◆ YOUR GOAL: Search the entries for the word "bound". Copy every line that holds it.

::::::::::

"""Saha factors and the single-element Saha chain.

The Saha equation for the ionization r -> r+1 of one element,

    n_{r+1} n_e / n_r = Phi_r(T) = 2 (U_{r+1} / U_r) (2 pi m_e k T / h^2)^{3/2}
                                   exp(-(chi_r - dchi_r) / k T)            [cm^-3],

links neighbouring stages.  For a whole element the stage populations follow from the
cumulative products ``n_r / n_0 = prod_{i<r} Phi_i / n_e``; we form them as cumulative *sums of
logarithms* so that nothing overflows (chi / kT reaches 10^6 for uranium's inner shells at
1,000 K), and normalize with a log-sum-exp.

Everything here broadcasts over the state shape: stage axis first, then the states.
"""

from __future__ import annotations

from typing import Any, Sequence

import numpy as np

from sahaboltz.constants import K_B, K_B_EV
from sahaboltz.data.database import default_database
from sahaboltz.errors import InputError, NoDataError
from sahaboltz.kernels import truncation as _truncation
from sahaboltz.kernels.partition import PartitionModel
from sahaboltz.kernels.plasma import _log_quantum_concentration
from sahaboltz.quantities import as_array, as_positive_array

__all__ = ["H_MINUS_AFFINITY_EV", "saha_constant", "log_saha_constant", "log_two_saha_constant",
           "log_saha_factor", "chain_log_populations", "chain_fractions", "saha_chain"]

#: electron affinity of hydrogen [eV] (Lykke, Murray & Lineberger 1991, Phys. Rev. A 43, 6104)
H_MINUS_AFFINITY_EV = 0.754195

_LN2 = float(np.log(2.0))

# -- fast cores (plain float arrays, no checks) ----------------------------------------------
#: ln (2 pi m_e k T / h^2)^{3/2} [cm^-3] (the plasma kernel's quantum concentration)
_log_saha_constant = _log_quantum_concentration


def _log_saha_steps(t: np.ndarray, chi_ev: np.ndarray, ln_u: np.ndarray,
                    lowering_ev: np.ndarray | None = None) -> np.ndarray:
    """ln Phi_r of the R steps of a chain, shape (R, n).

    ``t`` (n,) [K]; ``chi_ev`` (R,) the ionization energy of each step's lower stage;
    ``ln_u`` (R+1, n) ln U of the stages; ``lowering_ev`` (R, n) or None.
    """
    beta = 1.0 / (K_B_EV * t)
    steps = (_LN2 + ln_u[1:] - ln_u[:-1] + _log_saha_constant(t)[None, :]
             - np.multiply.outer(chi_ev, beta))
    if lowering_ev is not None:
        steps += lowering_ev * beta[None, :]
    return steps


# -- checked wrappers ------------------------------------------------------------------------
def log_saha_constant(temperature: Any) -> np.ndarray:
    """ln of (2 pi m_e k T / h^2)^{3/2} with the constant in cm^-3."""
    return _log_saha_constant(as_positive_array(temperature, "K", "temperature"))


def log_two_saha_constant(temperature: Any) -> np.ndarray:
    """ln(2 S(T)), S = (2 pi m_e k T / h^2)^{3/2} [cm^-3]: the Saha factor's constant with the
    free electron's two spin states."""
    return _LN2 + log_saha_constant(temperature)


def saha_constant(temperature: Any) -> np.ndarray:
    """(2 pi m_e k T / h^2)^{3/2} [cm^-3]: the electron's thermal quantum concentration."""
    return np.exp(log_saha_constant(temperature))


def log_saha_factor(temperature: Any, ionization_energy_ev: Any, u_lower: Any, u_upper: Any,
                    lowering_ev: Any = 0.0) -> np.ndarray:
    """ln Phi, with Phi = n_{r+1} n_e / n_r [cm^-3] from the Saha equation.

    Parameters
    ----------
    temperature : float, array_like or Quantity
        T [K].
    ionization_energy_ev : float or array_like
        chi_r of the lower stage [eV].
    u_lower, u_upper : float or array_like
        Partition functions of the lower and upper stage.
    lowering_ev : float or array_like
        Lowering dchi_r of the ionization energy [eV] (0: ideal gas).

    Returns
    -------
    ndarray
        ln Phi (broadcast shape of the inputs).
    """
    t = as_positive_array(temperature, "K", "temperature")
    chi = as_array(ionization_energy_ev, "eV", "ionization_energy_ev")
    ul = as_positive_array(u_lower, "", "u_lower")
    uu = as_positive_array(u_upper, "", "u_upper")
    dchi = as_array(lowering_ev, "eV", "lowering_ev", allow_negative=False)
    return _LN2 + np.log(uu / ul) + _log_saha_constant(t) - (chi - dchi) / (K_B_EV * t)


def chain_log_populations(log_phi: np.ndarray, log_ne: np.ndarray) -> np.ndarray:
    """ln(n_r / n_0) for a chain of stages 0..R from the Saha factors of its R steps.

    Parameters
    ----------
    log_phi : ndarray, shape (R, ...)
        ln Phi_r for r = 0..R-1 (ln of n_{r+1} n_e / n_r [cm^-3]).
    log_ne : ndarray
        ln n_e [cm^-3], broadcastable to ``log_phi.shape[1:]``.

    Returns
    -------
    ndarray, shape (R+1, ...)
        ln(n_r / n_0) (the first row is 0).
    """
    log_phi = np.asarray(log_phi, dtype=float)
    steps = log_phi - np.asarray(log_ne, dtype=float)
    out = np.zeros((steps.shape[0] + 1,) + steps.shape[1:])
    np.cumsum(steps, axis=0, out=out[1:])
    return out


def chain_fractions(log_rel: np.ndarray) -> np.ndarray:
    """Stage fractions from ln(n_r / n_0) (any reference stage): a log-sum-exp normalization."""
    return _chain_fractions_inplace(np.array(log_rel, dtype=float))


def _chain_fractions_inplace(a: np.ndarray) -> np.ndarray:
    """:func:`chain_fractions` overwriting its float array argument (no temporaries of its
    size: large grids of many stages are memory-bound)."""
    a -= np.max(a, axis=0, keepdims=True)
    np.exp(a, out=a)
    a /= a.sum(axis=0, keepdims=True)
    return a


def saha_chain(element: Any, temperature: Any, electron_density: Any = None,
               electron_pressure: Any = None, *, truncation: str | None = None,
               lowering_ev: Any = None, completion: bool = False,
               database=None, missing_levels: str = "unit") -> np.ndarray:
    """Stage fractions of one element at given (T, n_e) or (T, P_e): the Saha chain.

    Parameters
    ----------
    element : str or int
        Element symbol or atomic number; every stage in the database is used (neutral to
        bare nucleus).
    temperature : float, array_like or Quantity
        T [K].
    electron_density : float, array_like or Quantity, optional
        n_e [cm^-3].  Give exactly one of ``electron_density`` and ``electron_pressure``.
    electron_pressure : float, array_like or Quantity, optional
        P_e = n_e k T [dyn cm^-2].
    truncation : str, optional
        Partition-function truncation (:mod:`sahaboltz.kernels.truncation`); default
        occupation probabilities at the given n_e (the lowered limit with ``lowering_ev``).
    lowering_ev : float or array_like, optional
        Lowering of every ionization energy of this element [eV], broadcastable to
        (n_stages,) + state shape (e.g. from Debye-Hueckel).  Default: none.
    completion : bool
        Hydrogenic completion of the partition functions.
    database : SpeciesDatabase, optional
        Default: :func:`sahaboltz.data.database.default_database`.
    missing_levels : {"unit", "error"}
        Stages without a level list in the database: take U = 1, or raise NoDataError.

    Returns
    -------
    ndarray, shape (Z+1,) + broadcast(T, n_e).shape
        n_r / N_element for r = 0 (neutral) .. Z (bare nucleus).

    Raises
    ------
    InputError
        Neither or both of ``electron_density`` and ``electron_pressure``; bad values.
    """
    if (electron_density is None) == (electron_pressure is None):
        raise InputError("give exactly one of electron_density [cm^-3] and "
                         "electron_pressure [dyn cm^-2]")
    t = as_positive_array(temperature, "K", "temperature")
    if electron_density is not None:
        ne = as_positive_array(electron_density, "cm-3", "electron_density")
    else:
        pe = as_positive_array(electron_pressure, "dyn cm-2", "electron_pressure")
        ne = pe / (K_B * t)
    t, ne = np.broadcast_arrays(t, ne)
    db = database or default_database()
    stages = db.element(element)
    has = np.array([s.is_bare_nucleus or bool(s.bound.any()) for s in stages])
    if missing_levels not in ("unit", "error"):
        raise InputError(f"missing_levels must be 'unit' or 'error', got {missing_levels!r}")
    if missing_levels == "error" and not has.all():
        raise NoDataError(f"{stages[int(np.argmin(has))].name} has no level list; pass "
                          "missing_levels='unit' to take U = 1 for it")
    scheme = (_truncation.get(truncation) if truncation is not None
              else _truncation.resolve(None, lowering=lowering_ev is not None))
    model = PartitionModel([s for s, h in zip(stages, has) if h], truncation=scheme,
                           completion=completion)
    if lowering_ev is None:
        low = np.zeros((len(stages),) + t.shape)
    else:
        low = np.broadcast_to(as_array(lowering_ev, "eV", "lowering_ev", allow_negative=False),
                              (len(stages),) + t.shape)
    kw = {}
    if scheme.density_dependent:
        kw["n_e"] = ne
        if lowering_ev is not None and "lowering_ev" in scheme.inputs:
            kw["lowering_ev"] = low[has]
    u = np.ones((len(stages),) + t.shape)
    u[has] = model.evaluate(t, **kw)
    chi = np.array([s.ionization_energy_ev for s in stages[:-1]])
    log_phi = _log_saha_steps(t.ravel(), chi, np.log(u.reshape(len(stages), -1)),
                              low[:-1].reshape(len(stages) - 1, -1))
    return chain_fractions(chain_log_populations(log_phi.reshape((-1,) + t.shape), np.log(ne)))


def stage_charges(stages: Sequence) -> np.ndarray:
    """Charges of a list of species (helper for chains)."""
    return np.array([s.charge for s in stages], dtype=float)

::::::::::

◆ ANSWER SECTION:
    size: large grids of many stages are memory-bound)."""
    has = np.array([s.is_bare_nucleus or bool(s.bound.any()) for s in stages])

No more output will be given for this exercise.